Des projets visant à la prise de conscience de la population :

- Préférence de la consommation locale aux produits importés, pour faire des économies et faire travailler les sénégalais plutôt que d'autres :

. on peut boire du kinkéliba (ou du café touba) au petit déjeuner plutôt que du café en poudre ;
. on a toutes les épices disponibles au Sénégal, pourquoi acheter en plus des cubes qui rendent tous les plats identiques, et dont on ne connait pas exactement la composition ?
. acheter un poulet vivant sénégalais plutôt qu'un poulet congelé en provenance du Brésil, nourri on ne sait comment, vraisemblablement avec des produits interdits en occident, même si malheureusement, il est un peu plus cher car non subventionné...
. préparer des bouillies pour les enfants dénutris, à base de farine de maïs ou de niébés, très nourrissantes et très économiques, plutôt que d'acheter des bouillies en poudre importées, dans les pharmacies, très chères...

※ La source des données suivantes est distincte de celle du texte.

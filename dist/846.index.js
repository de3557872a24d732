export const id = 846;
export const ids = [846];
export const modules = {

/***/ 1425:
/***/ ((__unused_webpack___webpack_module__, __webpack_exports__, __webpack_require__) => {

/* harmony export */ __webpack_require__.d(__webpack_exports__, {
/* harmony export */   $E: () => (/* binding */ recoverBaselineDir),
/* harmony export */   OE: () => (/* binding */ baselineFileNames),
/* harmony export */   Ob: () => (/* binding */ readAuditLog),
/* harmony export */   ff: () => (/* binding */ writeBaselineSet),
/* harmony export */   kk: () => (/* binding */ auditLine),
/* harmony export */   v5: () => (/* binding */ readBaselineDir)
/* harmony export */ });
/* unused harmony export JOURNAL */
/* harmony import */ var node_fs__WEBPACK_IMPORTED_MODULE_0__ = __webpack_require__(3024);
/* harmony import */ var node_path__WEBPACK_IMPORTED_MODULE_1__ = __webpack_require__(6760);
/* harmony import */ var _core_errors_js__WEBPACK_IMPORTED_MODULE_4__ = __webpack_require__(4552);
/* harmony import */ var _io_files_js__WEBPACK_IMPORTED_MODULE_2__ = __webpack_require__(1687);
/* harmony import */ var _types_js__WEBPACK_IMPORTED_MODULE_5__ = __webpack_require__(3085);
/* harmony import */ var _validate_js__WEBPACK_IMPORTED_MODULE_3__ = __webpack_require__(5373);
/* harmony import */ var _core_json_js__WEBPACK_IMPORTED_MODULE_6__ = __webpack_require__(625);
/**
 * The baselines directory on disk: read every baseline file (validated), and replace the set of files and
 * the audit log as one transaction, so a killed process never leaves a mix of old and new files.
 *
 * Protocol of `writeBaselineSet` (a redo journal):
 *   1. write every new file to a temporary file beside its target (`.NAME.TXID.tmp`, flushed to disk);
 *   2. write the journal `.rebaseline-journal.json` atomically (writeFileAtomic): the list of renames and
 *      removals. Its appearance is the commit point;
 *   3. rename the temporary files over their targets, remove the files to remove, then delete the journal.
 * Killed before 2: the previous files are untouched (stray temporary files are removed by the next
 * `recoverBaselineDir`). Killed after 2: `recoverBaselineDir` (run by every command before it reads the
 * directory) finishes the renames and removals, which are idempotent. Either way readers see one whole set.
 *
 * Test hook: GRADGATE_TEST_PAUSE_AT=temp:N | journal | rename:N makes the process announce the point on
 * stderr ("gradgate-test-paused <point>") and block for a minute, so a test can kill it there.
 */







const JOURNAL = ".rebaseline-journal.json";
const TEMP = /^\.(.+)\.([0-9a-z]+-[0-9a-z]+)\.tmp$/;
/** Names of the baseline files in `dir` (every *.json that is not hidden), sorted. */
function baselineFileNames(dir) {
    if (!(0,node_fs__WEBPACK_IMPORTED_MODULE_0__.existsSync)(dir))
        return [];
    return (0,node_fs__WEBPACK_IMPORTED_MODULE_0__.readdirSync)(dir)
        .filter((n) => n.endsWith(".json") && !n.startsWith("."))
        .sort();
}
/**
 * Reads and validates every baseline file in `dir`. `shown` is how the directory is named in messages
 * (e.g. "baselines"). Returns them by optimizer name. Throws InputError on the first bad file, and when
 * the files disagree on the suite they were made for.
 */
function readBaselineDir(dir, shown) {
    const out = new Map();
    for (const name of baselineFileNames(dir)) {
        const file = `${shown}/${name}`;
        const baseline = (0,_validate_js__WEBPACK_IMPORTED_MODULE_3__/* .parseBaseline */ .nk)((0,node_fs__WEBPACK_IMPORTED_MODULE_0__.readFileSync)((0,node_path__WEBPACK_IMPORTED_MODULE_1__.join)(dir, name), "utf8"), file, name.slice(0, -".json".length));
        out.set(baseline.optimizer, baseline);
    }
    const hashes = new Map();
    for (const [name, b] of out)
        if (!hashes.has(b.provenance.suite.hash))
            hashes.set(b.provenance.suite.hash, name);
    if (hashes.size > 1) {
        const list = [...hashes].map(([h, n]) => `${shown}/${n}.json has ${h.slice(0, 19)}…`).join(", ");
        throw new _core_errors_js__WEBPACK_IMPORTED_MODULE_4__/* .InputError */ .d(`baselines ${shown}: the files were made for different suites (${list}); regenerate the whole set with ` +
            `gradgate rebaseline --allow-suite-change`);
    }
    return out;
}
/** Reads baselines/audit.jsonl (empty when absent). */
function readAuditLog(dir, shown) {
    const path = (0,node_path__WEBPACK_IMPORTED_MODULE_1__.join)(dir, _types_js__WEBPACK_IMPORTED_MODULE_5__/* .AUDIT_LOG */ .bd);
    if (!(0,node_fs__WEBPACK_IMPORTED_MODULE_0__.existsSync)(path))
        return [];
    const text = (0,node_fs__WEBPACK_IMPORTED_MODULE_0__.readFileSync)(path, "utf8");
    const entries = [];
    text.split("\n").forEach((line, i) => {
        if (line.trim() === "")
            return;
        let entry;
        try {
            entry = JSON.parse(line);
        }
        catch (err) {
            throw new _core_errors_js__WEBPACK_IMPORTED_MODULE_4__/* .InputError */ .d(`audit log ${shown}/${_types_js__WEBPACK_IMPORTED_MODULE_5__/* .AUDIT_LOG */ .bd}: line ${i + 1} is not valid JSON (${err.message}); ` +
                `restore the file from version control`);
        }
        if (entry?.format !== _types_js__WEBPACK_IMPORTED_MODULE_5__/* .AUDIT_FORMAT */ .ab) {
            throw new _core_errors_js__WEBPACK_IMPORTED_MODULE_4__/* .InputError */ .d(`audit log ${shown}/${_types_js__WEBPACK_IMPORTED_MODULE_5__/* .AUDIT_LOG */ .bd}: line ${i + 1} format must be ${JSON.stringify(_types_js__WEBPACK_IMPORTED_MODULE_5__/* .AUDIT_FORMAT */ .ab)}, got ` +
                `${(0,_core_errors_js__WEBPACK_IMPORTED_MODULE_4__/* .quote */ .h)(entry?.format)}; restore the file from version control`);
        }
        entries.push(entry);
    });
    return entries;
}
/** One audit entry as a line: canonical key order, no indentation. */
function auditLine(entry) {
    return JSON.stringify(JSON.parse((0,_core_json_js__WEBPACK_IMPORTED_MODULE_6__/* .canonicalJson */ .d)(entry))) + "\n";
}
/** Pauses at a named point when the test hook asks for it (see the file comment). */
function testPoint(point) {
    const at = process.env.GRADGATE_TEST_PAUSE_AT;
    if (at === undefined || at !== point)
        return;
    (0,node_fs__WEBPACK_IMPORTED_MODULE_0__.writeSync)(2, `gradgate-test-paused ${point}\n`);
    Atomics.wait(new Int32Array(new SharedArrayBuffer(4)), 0, 0, 60_000);
}
function writeDurable(path, data) {
    const fd = (0,node_fs__WEBPACK_IMPORTED_MODULE_0__.openSync)(path, "w");
    try {
        (0,node_fs__WEBPACK_IMPORTED_MODULE_0__.writeSync)(fd, data);
        (0,node_fs__WEBPACK_IMPORTED_MODULE_0__.fsyncSync)(fd);
    }
    finally {
        (0,node_fs__WEBPACK_IMPORTED_MODULE_0__.closeSync)(fd);
    }
}
/** Replaces files in `dir` as one transaction (see the protocol above). */
function writeBaselineSet(dir, change) {
    (0,node_fs__WEBPACK_IMPORTED_MODULE_0__.mkdirSync)(dir, { recursive: true });
    recoverBaselineDir(dir);
    const txid = `${process.pid.toString(36)}-${Date.now().toString(36)}`;
    const renames = [];
    let i = 0;
    try {
        for (const [name, text] of change.write) {
            checkName(name);
            const tmp = `.${name}.${txid}.tmp`;
            writeDurable((0,node_path__WEBPACK_IMPORTED_MODULE_1__.join)(dir, tmp), text);
            renames.push([tmp, name]);
            testPoint(`temp:${++i}`);
        }
    }
    catch (err) {
        for (const [tmp] of renames)
            (0,node_fs__WEBPACK_IMPORTED_MODULE_0__.rmSync)((0,node_path__WEBPACK_IMPORTED_MODULE_1__.join)(dir, tmp), { force: true });
        throw err;
    }
    for (const name of change.remove)
        checkName(name);
    const journal = { txid, renames, removes: [...change.remove] };
    (0,_io_files_js__WEBPACK_IMPORTED_MODULE_2__/* .writeFileAtomic */ .Z)((0,node_path__WEBPACK_IMPORTED_MODULE_1__.join)(dir, JOURNAL), JSON.stringify(journal, null, 2) + "\n");
    testPoint("journal");
    applyJournal(dir, journal);
}
function checkName(name) {
    if (name.includes("/") || name.includes("\\") || name.startsWith(".")) {
        throw new Error(`writeBaselineSet: ${(0,_core_errors_js__WEBPACK_IMPORTED_MODULE_4__/* .quote */ .h)(name)} is not a plain file name`);
    }
}
function applyJournal(dir, journal) {
    let i = 0;
    for (const [tmp, name] of journal.renames) {
        const from = (0,node_path__WEBPACK_IMPORTED_MODULE_1__.join)(dir, tmp);
        if ((0,node_fs__WEBPACK_IMPORTED_MODULE_0__.existsSync)(from))
            (0,node_fs__WEBPACK_IMPORTED_MODULE_0__.renameSync)(from, (0,node_path__WEBPACK_IMPORTED_MODULE_1__.join)(dir, name));
        testPoint(`rename:${++i}`);
    }
    for (const name of journal.removes)
        (0,node_fs__WEBPACK_IMPORTED_MODULE_0__.rmSync)((0,node_path__WEBPACK_IMPORTED_MODULE_1__.join)(dir, name), { force: true });
    (0,node_fs__WEBPACK_IMPORTED_MODULE_0__.rmSync)((0,node_path__WEBPACK_IMPORTED_MODULE_1__.join)(dir, JOURNAL), { force: true });
}
/**
 * Finishes a rebaseline that was killed after its commit point, and removes temporary files of one that
 * was killed before it. Returns what it did ("" when there was nothing to do), for a note on stderr.
 */
function recoverBaselineDir(dir) {
    if (!(0,node_fs__WEBPACK_IMPORTED_MODULE_0__.existsSync)(dir))
        return "";
    let note = "";
    const journalPath = (0,node_path__WEBPACK_IMPORTED_MODULE_1__.join)(dir, JOURNAL);
    let keep = new Set();
    if ((0,node_fs__WEBPACK_IMPORTED_MODULE_0__.existsSync)(journalPath)) {
        let journal;
        try {
            journal = JSON.parse((0,node_fs__WEBPACK_IMPORTED_MODULE_0__.readFileSync)(journalPath, "utf8"));
        }
        catch (err) {
            throw new _core_errors_js__WEBPACK_IMPORTED_MODULE_4__/* .InputError */ .d(`baselines ${dir}: the rebaseline journal ${JOURNAL} is unreadable (${err.message}); ` +
                `delete it and the .*.tmp files, then check the baseline files with git status`);
        }
        keep = new Set(journal.renames.map(([tmp]) => tmp));
        applyJournal(dir, journal);
        note = `completed an interrupted rebaseline (${journal.renames.length} file(s))`;
    }
    let stray = 0;
    for (const name of (0,node_fs__WEBPACK_IMPORTED_MODULE_0__.readdirSync)(dir)) {
        if (TEMP.test(name) && !keep.has(name)) {
            (0,node_fs__WEBPACK_IMPORTED_MODULE_0__.rmSync)((0,node_path__WEBPACK_IMPORTED_MODULE_1__.join)(dir, name), { force: true });
            stray++;
        }
    }
    if (stray > 0)
        note = `${note ? `${note}; ` : ""}removed ${stray} temporary file(s) of an interrupted rebaseline`;
    return note;
}


/***/ }),

/***/ 3085:
/***/ ((__unused_webpack___webpack_module__, __webpack_exports__, __webpack_require__) => {

/* harmony export */ __webpack_require__.d(__webpack_exports__, {
/* harmony export */   Tm: () => (/* binding */ AUDIT_VERSION),
/* harmony export */   ab: () => (/* binding */ AUDIT_FORMAT),
/* harmony export */   bd: () => (/* binding */ AUDIT_LOG),
/* harmony export */   d0: () => (/* binding */ BASELINE_VERSION),
/* harmony export */   q4: () => (/* binding */ BASELINE_FORMAT)
/* harmony export */ });
const BASELINE_FORMAT = "gradgate-baseline";
const BASELINE_VERSION = 1;
/** The audit log beside the baseline files: JSON Lines, one entry per rebaseline. */
const AUDIT_LOG = "audit.jsonl";
const AUDIT_FORMAT = "gradgate-audit";
const AUDIT_VERSION = 1;


/***/ }),

/***/ 5373:
/***/ ((__unused_webpack___webpack_module__, __webpack_exports__, __webpack_require__) => {


// EXPORTS
__webpack_require__.d(__webpack_exports__, {
  E8: () => (/* binding */ baselineDigest),
  nk: () => (/* binding */ parseBaseline),
  c2: () => (/* binding */ parseResults)
});

// EXTERNAL MODULE: ./build/package/core/json-pointer.js
var json_pointer = __webpack_require__(2881);
// EXTERNAL MODULE: external "node:crypto"
var external_node_crypto_ = __webpack_require__(7598);
// EXTERNAL MODULE: ./node_modules/ajv/dist/2020.js
var _2020 = __webpack_require__(2210);
// EXTERNAL MODULE: ./build/package/core/errors.js
var errors = __webpack_require__(4552);
// EXTERNAL MODULE: ./build/package/core/json.js
var json = __webpack_require__(625);
// EXTERNAL MODULE: ./build/package/core/version.js
var version = __webpack_require__(6063);
// EXTERNAL MODULE: ./build/package/runner/results.js
var results = __webpack_require__(568);
// EXTERNAL MODULE: ./build/package/baselines/types.js
var types = __webpack_require__(3085);
;// CONCATENATED MODULE: ./build/package/baselines/schema.js
/**
 * JSON Schema (draft 2020-12) of a baseline file, version 1. The code validates every baseline it reads
 * against this object with ajv; schema/baseline.schema.json is generated from it for editors
 * (scripts/write-schemas.ts), and tests/baselines/schema.test.ts checks that a baseline built from real
 * results satisfies it and that it names exactly the fields of the TypeScript types.
 */
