import { createRequire as __WEBPACK_EXTERNAL_createRequire } from "module";
/******/ var __webpack_modules__ = ({

/***/ 2210:
/***/ ((module, exports, __nccwpck_require__) => {


Object.defineProperty(exports, "__esModule", ({ value: true }));
exports.MissingRefError = exports.ValidationError = exports.CodeGen = exports.Name = exports.nil = exports.stringify = exports.str = exports._ = exports.KeywordCxt = exports.Ajv2020 = void 0;
const core_1 = __nccwpck_require__(3893);
const draft2020_1 = __nccwpck_require__(4298);
const discriminator_1 = __nccwpck_require__(8886);
const json_schema_2020_12_1 = __nccwpck_require__(3995);
const META_SCHEMA_ID = "https://json-schema.org/draft/2020-12/schema";
class Ajv2020 extends core_1.default {
    constructor(opts = {}) {
        super({
            ...opts,
            dynamicRef: true,
            next: true,
            unevaluated: true,
        });
    }
    _addVocabularies() {
        super._addVocabularies();
        draft2020_1.default.forEach((v) => this.addVocabulary(v));
        if (this.opts.discriminator)
            this.addKeyword(discriminator_1.default);
    }
    _addDefaultMetaSchema() {
        super._addDefaultMetaSchema();
        const { $data, meta } = this.opts;
        if (!meta)
            return;
        json_schema_2020_12_1.default.call(this, $data);
        this.refs["http://json-schema.org/schema"] = META_SCHEMA_ID;
    }
    defaultMeta() {
        return (this.opts.defaultMeta =
            super.defaultMeta() || (this.getSchema(META_SCHEMA_ID) ? META_SCHEMA_ID : undefined));
    }
}
exports.Ajv2020 = Ajv2020;
module.exports = exports = Ajv2020;
module.exports.Ajv2020 = Ajv2020;
Object.defineProperty(exports, "__esModule", ({ value: true }));
exports["default"] = Ajv2020;
var validate_1 = __nccwpck_require__(7881);
Object.defineProperty(exports, "KeywordCxt", ({ enumerable: true, get: function () { return validate_1.KeywordCxt; } }));
var codegen_1 = __nccwpck_require__(1436);
Object.defineProperty(exports, "_", ({ enumerable: true, get: function () { return codegen_1._; } }));
Object.defineProperty(exports, "str", ({ enumerable: true, get: function () { return codegen_1.str; } }));
Object.defineProperty(exports, "stringify", ({ enumerable: true, get: function () { return codegen_1.stringify; } }));
Object.defineProperty(exports, "nil", ({ enumerable: true, get: function () { return codegen_1.nil; } }));
Object.defineProperty(exports, "Name", ({ enumerable: true, get: function () { return codegen_1.Name; } }));
Object.defineProperty(exports, "CodeGen", ({ enumerable: true, get: function () { return codegen_1.CodeGen; } }));
var validation_error_1 = __nccwpck_require__(3021);
Object.defineProperty(exports, "ValidationError", ({ enumerable: true, get: function () { return validation_error_1.default; } }));
var ref_error_1 = __nccwpck_require__(3162);
Object.defineProperty(exports, "MissingRefError", ({ enumerable: true, get: function () { return ref_error_1.default; } }));
//# sourceMappingURL=2020.js.map

/***/ }),

/***/ 567:
/***/ ((__unused_webpack_module, exports) => {


Object.defineProperty(exports, "__esModule", ({ value: true }));
exports.regexpCode = exports.getEsmExportName = exports.getProperty = exports.safeStringify = exports.stringify = exports.strConcat = exports.addCodeArg = exports.str = exports._ = exports.nil = exports._Code = exports.Name = exports.IDENTIFIER = exports._CodeOrName = void 0;
// eslint-disable-next-line @typescript-eslint/no-extraneous-class
class _CodeOrName {
}
exports._CodeOrName = _CodeOrName;
exports.IDENTIFIER = /^[a-z$_][a-z$_0-9]*$/i;
class Name extends _CodeOrName {
    constructor(s) {
        super();
        if (!exports.IDENTIFIER.test(s))
            throw new Error("CodeGen: name must be a valid identifier");
        this.str = s;
    }
    toString() {
        return this.str;
    }
    emptyStr() {
        return false;
    }
    get names() {
        return { [this.str]: 1 };
    }
}
exports.Name = Name;
class _Code extends _CodeOrName {
    constructor(code) {
        super();
        this._items = typeof code === "string" ? [code] : code;
    }
    toString() {
        return this.str;
    }
    emptyStr() {
        if (this._items.length > 1)
            return false;
        const item = this._items[0];
        return item === "" || item === '""';
    }
    get str() {
        var _a;
        return ((_a = this._str) !== null && _a !== void 0 ? _a : (this._str = this._items.reduce((s, c) => `${s}${c}`, "")));
    }
    get names() {
        var _a;
        return ((_a = this._names) !== null && _a !== void 0 ? _a : (this._names = this._items.reduce((names, c) => {
            if (c instanceof Name)
                names[c.str] = (names[c.str] || 0) + 1;
            return names;
        }, {})));
    }
}
exports._Code = _Code;
exports.nil = new _Code("");
function _(strs, ...args) {
    const code = [strs[0]];
    let i = 0;
    while (i < args.length) {
        addCodeArg(code, args[i]);
        code.push(strs[++i]);
    }
    return new _Code(code);
}
exports._ = _;
const plus = new _Code("+");
function str(strs, ...args) {
    const expr = [safeStringify(strs[0])];
    let i = 0;
    while (i < args.length) {
        expr.push(plus);
        addCodeArg(expr, args[i]);
        expr.push(plus, safeStringify(strs[++i]));
    }
    optimize(expr);
    return new _Code(expr);
}
exports.str = str;
function addCodeArg(code, arg) {
    if (arg instanceof _Code)
        code.push(...arg._items);
    else if (arg instanceof Name)
        code.push(arg);
    else
        code.push(interpolate(arg));
}
exports.addCodeArg = addCodeArg;
function optimize(expr) {
    let i = 1;
    while (i < expr.length - 1) {
        if (expr[i] === plus) {
            const res = mergeExprItems(expr[i - 1], expr[i + 1]);
            if (res !== undefined) {
                expr.splice(i - 1, 3, res);
                continue;
            }
            expr[i++] = "+";
        }
        i++;
    }
}
function mergeExprItems(a, b) {
    if (b === '""')
        return a;
    if (a === '""')
        return b;
    if (typeof a == "string") {
        if (b instanceof Name || a[a.length - 1] !== '"')
            return;
        if (typeof b != "string")
            return `${a.slice(0, -1)}${b}"`;
        if (b[0] === '"')
            return a.slice(0, -1) + b.slice(1);
        return;
    }
    if (typeof b == "string" && b[0] === '"' && !(a instanceof Name))
        return `"${a}${b.slice(1)}`;
    return;
}
function strConcat(c1, c2) {
    return c2.emptyStr() ? c1 : c1.emptyStr() ? c2 : str `${c1}${c2}`;
}
exports.strConcat = strConcat;
// TODO do not allow arrays here
function interpolate(x) {
    return typeof x == "number" || typeof x == "boolean" || x === null
        ? x
        : safeStringify(Array.isArray(x) ? x.join(",") : x);
}
function stringify(x) {
    return new _Code(safeStringify(x));
}
exports.stringify = stringify;
function safeStringify(x) {
    return JSON.stringify(x)
        .replace(/\u2028/g, "\\u2028")
        .replace(/\u2029/g, "\\u2029");
}
exports.safeStringify = safeStringify;
function getProperty(key) {
    return typeof key == "string" && exports.IDENTIFIER.test(key) ? new _Code(`.${key}`) : _ `[${key}]`;
}
exports.getProperty = getProperty;
//Does best effort to format the name properly
function getEsmExportName(key) {
    if (typeof key == "string" && exports.IDENTIFIER.test(key)) {
        return new _Code(`${key}`);
    }
    throw new Error(`CodeGen: invalid export name: ${key}, use explicit $id name mapping`);
}
exports.getEsmExportName = getEsmExportName;
function regexpCode(rx) {
    return new _Code(rx.toString());
}
exports.regexpCode = regexpCode;
//# sourceMappingURL=code.js.map

/***/ }),

/***/ 1436:
/***/ ((__unused_webpack_module, exports, __nccwpck_require__) => {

- Modification de certaines habitudes de consommation, qui coûtent cher et polluent :

. a-t-on vraiment besoin pour une lessive d'eau de javel, de lessive, d'un savon noir et aussi d'une dose de bleu ? La quantité de mousse n'étant en relation en rien avec la qualité du lavage, diminuons la quantité de lessive et nous ferons des économies !
. refusons d'acheter des articles en plastique de mauvaise qualité (bassines ou chaises par exemple) : on doit les renouveller sans cesse car elles ne supportent pas la poids de l'eau, la chaleur qui cuit le plastique... Vivent les petits bancs, les lits peulhs !
. préférons les nattes locales plutôt qu'en plastique, elles sont plus jolies et font travailler de vrais artistes dans les campagnes !

Modification de certains comportements, qui ne font pas avancer la démocratie sénégalaise :

. refusons de payer pour obtenir plus rapidement quelque chose d'un service public. Comme son nom l'indique, le service public est là pour délivrer gratuitement ses services à la population.
. refusons la corruption et le népotisme sous prétexte que cela a toujours existé. Cela appauvrit les plus pauvres, fausse les relations entre les citoyens et leur pays, mine l'espoir en une avenir meilleur de la population.
. votons pour des personnalités intègres, proches de la population, du pays et de sa vie quotidienne, et une fois élues, manifestons-lui notre désapprobation éventuelle s'il s'écarte du chemin qu'il s'était fixé.
. exigeons la simplicité et l'authenticité de nos hommes politiques, pourquoi copier sur l'occident quitte à se démarquer de sa propre culture ? comment être proche des préoccupations du peuple si on a été éduqué ailleurs qu'en Afrique ?
. battons-nous pour un système éducatif de qualité au Sénégal pour que tous les enfants puissent y être instruits dans des conditions d'excellence, jusqu'à l'université, plutôt que de chercher coûte que coûte à faire scolariser ses enfants en Europe !!! Il y a les professeurs, le savoir, ne manquent que quelques moyens pour que l'ensemble fonctionne efficacement !

Des projets éducatifs à long terme :

Mise en fonctionnement d’un camion "bibliothèque-ludothèque itinérant" parrainé par une personnalité, pour des écoles primaires permettant :
- la mise à disposition pour un grand nombre d’enfants d’un stock de livres et de jeux variés,
- la rotation régulière du camion sur une quinzaine d’écoles d'une zone peu accessible du Sénégal,
- la création d’un «moment de lecture attendu» complètement intégré dans l’enseignement du maître où chacun pourra accéder à des livres de son âge, où les plus grands pourront faire la lecture aux plus petits.

Des partenariats avec des comités d'entreprises en France :

Nous recherchons des entreprises avec lesquelles nous pourrons faire des expositions/ventes, présenter nos projets, concrétiser des partenariats, récolter des fonds pour financer un projet global de partenariat avec une école ou un village sénégalais, effectuer des collectes thématiques au sein de l'entreprise.